╭─ Supplied records

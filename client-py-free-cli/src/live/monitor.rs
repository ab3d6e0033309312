//! The live monitor: a state built from the daemon's published messages, drawn with ratatui
//! (posterior bars of the open trial, recent decisions marked right or wrong, a sortable
//! per-unit table with per-stimulus detail, a health line), or printed as plain lines or JSON
//! lines when standard output is not a terminal.

use auspex_engine::data::printable;
use auspex_proto::v1::{self, outbound};
use ratatui::layout::{Constraint, Direction, Layout, Rect};
use ratatui::style::{Color, Modifier, Style};
use ratatui::text::{Line, Span};
use ratatui::widgets::{Block, Borders, Cell, Paragraph, Row, Table};
use ratatui::Frame;
use std::collections::{BTreeMap, VecDeque};

/// How the unit table is ordered.
#[derive(Clone, Copy, Debug, PartialEq, Eq)]
pub enum UnitSort {
    /// Most information first.
    Info,
    /// Highest accuracy first.
    Accuracy,
    /// By unit id.
    Id,
}

#[derive(Clone, Debug, Default)]
struct UnitState {
    accuracy: f64,
    info_bits: f64,
    /// The daemon's assessment: accuracy interval, information s.e., verdict, settled, latency.
    acc_ci: (f64, f64),
    info_se: f64,
    verdict: String,
    settled: bool,
    latency_ms: f64,
    /// Mean count per stimulus with its interval: (trials, mean, low, high).
    tuning: Vec<(u64, f64, f64, f64)>,
    /// Per presented stimulus: (trials, Σ posterior of the presented stimulus, times decoded right).
    per_stim: Vec<(u64, f64, u64)>,
}

/// One line of the recent-decisions list.
#[derive(Clone, Debug)]
pub struct RecentDecision {
    /// Trial.
    pub trial: u64,
    /// Decided stimulus.
    pub stimulus: String,
    /// Its posterior.
    pub posterior: f64,
    /// Time after onset, ms.
    pub at_ms: f64,
    /// Presented stimulus, when known.
    pub presented: Option<String>,
}

/// Everything the monitor shows.
#[derive(Clone)]
pub struct MonitorState {
    stimuli: Vec<String>,
    bin_ms: f64,
    trial: Option<(u64, u32, Vec<f64>)>,
    trial_decision: Option<(u64, String, f64, f64)>,
    recent: VecDeque<RecentDecision>,
    units: BTreeMap<u32, UnitState>,
    health: Option<v1::Health>,
    /// Unit ordering.
    pub sort: UnitSort,
    /// Frozen display.
    pub paused: bool,
    /// Selected row of the unit table.
    pub selected: usize,
    /// The unit selected (the selection follows it as rows re-sort).
    selected_unit: Option<u32>,
    decided: u64,
    correct: u64,
    /// Messages lost between daemon and monitor (per-topic sequence gaps).
    pub missed: u64,
    /// Parts of the units missing from the latest frame (an engine thread stopped), bit mask.
    pub missing_parts: u64,
    last_seq: [u64; 6],
    /// Summaries of sessions that ended while the monitor ran.
    pub sessions_ended: Vec<String>,
    /// The session tallied has ended: the next trial starts a new tally.
    pub session_over: bool,
    /// The daemon tallied (its `incarnation`; 0 before the first word).
    pub daemon: u64,
    /// The decision policy and what backs it (the daemon's status, re-read every second).
    pub policy: String,
    /// Seconds since the daemon was last heard, once that is longer than a few health periods.
    pub silent_s: Option<f64>,
    /// What a learning daemon without a model yet waits for (its status), else empty.
    waiting_for: String,
}
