#[cfg(test)]
mod tests {
    use super::*;
    use crate::count::CountParams;
    use crate::model::{CellSpec, CellSummary, ModelSpec};

    /// 3 units × 37 stimuli (blocks of 16, 4 and 1), COM-Poisson and empirical cells mixed with
    /// a Poisson and a negative binomial cell per unit.
    fn model() -> Model {
        let (nu, ns, nb) = (3, 37, 20);
        let mut cells = Vec::new();
        for u in 0..nu {
            for s in 0..ns {
                let count = match (u + s) % 9 {
                    0 => CountParams::Poisson { mean: 3.0 },
                    1 => CountParams::NegativeBinomial {
                        mean: 4.0,
                        shape: 2.0,
                    },
                    r if r % 2 == 0 => CountParams::ComPoisson {
                        lambda: 1.0 + s as f64 * 0.7,
                        nu: 0.6 + 0.1 * r as f64,
                    },
                    _ if u == 2 && s % 4 == 3 => {
                        // Long tables (up to 400 counts): the power-of-two scaling at work.
                        let d = crate::CountDist::new(CountParams::NegativeBinomial {
                            mean: 40.0 + s as f64,
                            shape: 6.0,
                        })
                        .unwrap();
                        assert!(
                            d.pmf().len() > 170 && d.pmf().len() <= FAST_MAX_COUNT,
                            "{}",
                            d.pmf().len()
                        );
                        CountParams::Empirical {
                            pmf: d.pmf().to_vec(),
                        }
                    }
                    _ => {
                        let v: Vec<f64> = (0..(5 + s))
                            .map(|n| 1.0 + ((n * 7 + u) % 5) as f64)
                            .collect();
                        let t: f64 = v.iter().sum();
                        CountParams::Empirical {
                            pmf: v.iter().map(|x| x / t).collect(),
                        }
                    }
                };
                let q: Vec<f64> = (0..nb).map(|b| 1.0 + ((b * 3 + s) % 7) as f64).collect();
                let t: f64 = q.iter().sum();
                cells.push(CellSpec {
                    count,
                    timing: q.iter().map(|x| x / t).collect(),
                    summary: CellSummary::default(),
                });
            }
        }
        Model::new(ModelSpec::numbered(nu, ns, nb, cells)).unwrap()
    }

    /// Huge-rate COM-Poisson cells (tables of thousands of counts, too long for the fast form):
    /// the lookup is capped so its build sums at most PREP_TERMS_MAX table terms, and a count
    /// beyond the cap still decodes (per bin) to the same value as the finite sum.
    #[test]
    fn preparation_of_huge_rate_cells_is_bounded() {
        let nb = 250;
        let cell = |lambda: f64| CellSpec {
            count: CountParams::ComPoisson { lambda, nu: 1.0 },
            timing: vec![1.0 / nb as f64; nb],
            summary: CellSummary::default(),
        };
        let m = Model::new(ModelSpec {
            bin_width_s: 0.001,
            n_bins: nb as u32,
            stimuli: vec!["a".into(), "b".into()],
            units: vec![1],
            prior: vec![1.0, 1.0],
            cells: vec![cell(5000.0), cell(6000.0)],
            calibration: Default::default(),
            unit_groups: Vec::new(),
        })
        .unwrap();
        let p = TablePrep::build(&m, 1 << 30);
        let terms: usize = (0..2).map(|s| m.dists[s].pmf().len()).sum::<usize>() * nb;
        assert!(m.dists[1].pmf().len() > FAST_MAX_COUNT);
        assert!(
            p.lookup.k * terms <= PREP_TERMS_MAX,
            "{} counts",
            p.lookup.k
        );
        assert!(p.lookup.k < m.dists[1].pmf().len());
        // Beyond the lookup the correction is computed, and equals the finite sum.
        let (b, k) = (100, p.lookup.k as u32 + 5);
        let mut post = vec![0.0; 2];
        let mut acc = ProductAcc::new(2);
        p.add_unit(&m, 0, b, k, &mut post, &mut acc);
        acc.flush_into(&mut post);
        for (s, got) in post.iter().enumerate() {
            let z = m.survival(0, s, b);
            let want = m.dists[s].ln_gf_deriv(k, z) - m.dists[s].ln_gf_deriv(0, z);
            assert!(
                (got - want).abs() <= 1e-8 * want.abs().max(1.0),
                "{got} vs {want}"
            );
        }
    }

    /// The product form (Horner on W(n) = P(n)·n!, one logarithm per stimulus) against the
    /// count distribution's own finite sum, cell by cell, for every bin and every count the
    /// tables cover; both baseline and (where the CPU has it) AVX2 kernels.
    #[test]
    fn product_form_matches_the_finite_sum() {
        let m = model();
        let (nu, ns, nb) = (m.n_units(), m.n_stimuli(), m.n_bins());
        for avx2 in [false, detect_avx2()] {
            let mut p = TablePrep::build(&m, 0);
            p.avx2 = avx2;
            assert!(p.lookup.values.is_empty());
            for u in 0..nu {
                let (_, rows, shortest, _) = p.w_rows[p.slot[u] as usize];
                assert!(rows > 0);
                for b in 0..nb {
                    for k in 1..shortest as u32 + 3 {
                        let mut post = vec![0.0; ns];
                        let mut acc = ProductAcc::new(ns);
                        p.add_unit(&m, u, b, k, &mut post, &mut acc);
                        acc.flush_into(&mut post);
                        for (s, got) in post.iter().enumerate() {
                            let i = u * ns + s;
                            let want = match m.kernels[i] {
                                CellKernel::Table => {
                                    let z = m.survival(u, s, b);
                                    m.dists[i].ln_gf_deriv(k, z) - m.dists[i].ln_gf_deriv(0, z)
                                }
                                _ => 0.0,
                            };
                            assert!(
                                (got - want).abs() <= 1e-10 * want.abs().max(1.0),
                                "u {u} s {s} b {b} k {k}: {got} vs {want}"
                            );
                        }
                    }
                }
            }
            // The k = 0 sums.
            for b in 0..nb {
                for s in 0..ns {
                    let want: f64 = (0..nu)
                        .filter(|&u| matches!(m.kernels[u * ns + s], CellKernel::Table))
                        .map(|u| m.dists[u * ns + s].ln_gf_deriv(0, m.survival(u, s, b)))
                        .sum();
                    assert!((p.sum0[b * ns + s] - want).abs() < 1e-10 * want.abs().max(1.0));
                }
            }
        }
    }

    /// With the lookup built, the correction comes from it and agrees with the product form.
    #[test]
    fn lookup_and_product_form_agree() {
        let m = model();
        let ns = m.n_stimuli();
        let with = TablePrep::build(&m, 1 << 30);
        let without = TablePrep::build(&m, 0);
        assert!(with.lookup_counts() > 4);
        assert!(without.lookup.values.is_empty());
        // A budget for a few counts only: higher counts take the product form.
        let part = TablePrep::build(&m, 3 * m.n_units() * m.n_bins() * ns * 8);
        assert_eq!(part.lookup_counts(), 3);
        for (u, b, k) in [(0, 0, 1), (1, 7, 3), (2, 19, 4), (2, 10, 2), (1, 3, 5)] {
            let (mut a, mut c) = (vec![0.0; ns], vec![0.0; ns]);
            let mut acc = ProductAcc::new(ns);
            with.add_unit(&m, u, b, k, &mut a, &mut acc);
            acc.flush_into(&mut a);
            without.add_unit(&m, u, b, k, &mut c, &mut acc);
            acc.flush_into(&mut c);
            let mut d = vec![0.0; ns];
            part.add_unit(&m, u, b, k, &mut d, &mut acc);
            acc.flush_into(&mut d);
            for s in 0..ns {
                assert!((a[s] - c[s]).abs() < 1e-10 * a[s].abs().max(1.0));
                assert!((d[s] - c[s]).abs() < 1e-10 * c[s].abs().max(1.0));
            }
        }
    }

    /// The lookup holds rows for the counts the cells make likely, not for the longest table:
    /// a count past every cell's upper 1 − LOOKUP_TAIL quantile has no row and takes the exact
    /// path. Quantile of a Poisson(3) checked against statrs' survival function.
    #[test]
    fn lookup_covers_the_likely_counts_only() {
        use statrs::distribution::{DiscreteCDF, Poisson};
        let d = crate::CountDist::new(CountParams::Poisson { mean: 3.0 }).unwrap();
        let q = likely_counts(d.pmf());
        let sf = Poisson::new(3.0).unwrap();
        assert!(
            sf.sf(q as u64) < LOOKUP_TAIL,
            "P(N > {q}) = {}",
            sf.sf(q as u64)
        );
        assert!(sf.sf(q as u64 - 1) >= LOOKUP_TAIL * 0.999);
        // In the test model the longest tables (≈ 400 counts) are long-tailed empirical cells;
        // the rows stop at their upper quantile, far below the table's length.
        let m = model();
        let p = TablePrep::build(&m, 1 << 30);
        let longest = (0..m.n_units() * m.n_stimuli())
            .filter(|&i| matches!(m.kernels[i], CellKernel::Table))
            .map(|i| m.dists[i].pmf().len())
            .max()
            .unwrap();
        let likely = (0..m.n_units() * m.n_stimuli())
            .filter(|&i| matches!(m.kernels[i], CellKernel::Table))
            .map(|i| likely_counts(m.dists[i].pmf()))
            .max()
            .unwrap();
        assert_eq!(p.lookup_counts(), likely);
        assert!(likely < longest, "{likely} vs {longest}");
    }
}
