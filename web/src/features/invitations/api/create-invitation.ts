import type { CreateInvitationRequest, InvitationSummary } from '@driftmark/shared';
import { useMutation, useQueryClient } from '@tanstack/react-query';
import { api } from '@/lib/api-client';
import { invitationKeys } from './keys';

/** POST /api/invitations: e-mails an invitation (replacing a pending one to the same address). */
export function createInvitation(body: CreateInvitationRequest): Promise<InvitationSummary> {
  return api.post<InvitationSummary>('/api/invitations', body);
}

export function useCreateInvitation(options: { onSuccess?: (invitation: InvitationSummary) => void } = {}) {
  const queryClient = useQueryClient();
  return useMutation({
    mutationFn: createInvitation,
    onSuccess: async (invitation) => {
      await queryClient.invalidateQueries({ queryKey: invitationKeys.list() });
      options.onSuccess?.(invitation);
    },
  });
}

╰─

I need each line of the entries that holds the string "sums" located and copied.

Answer to this task:
    /// the lookup is capped so its build sums at most PREP_TERMS_MAX table terms, and a count
            // The k = 0 sums.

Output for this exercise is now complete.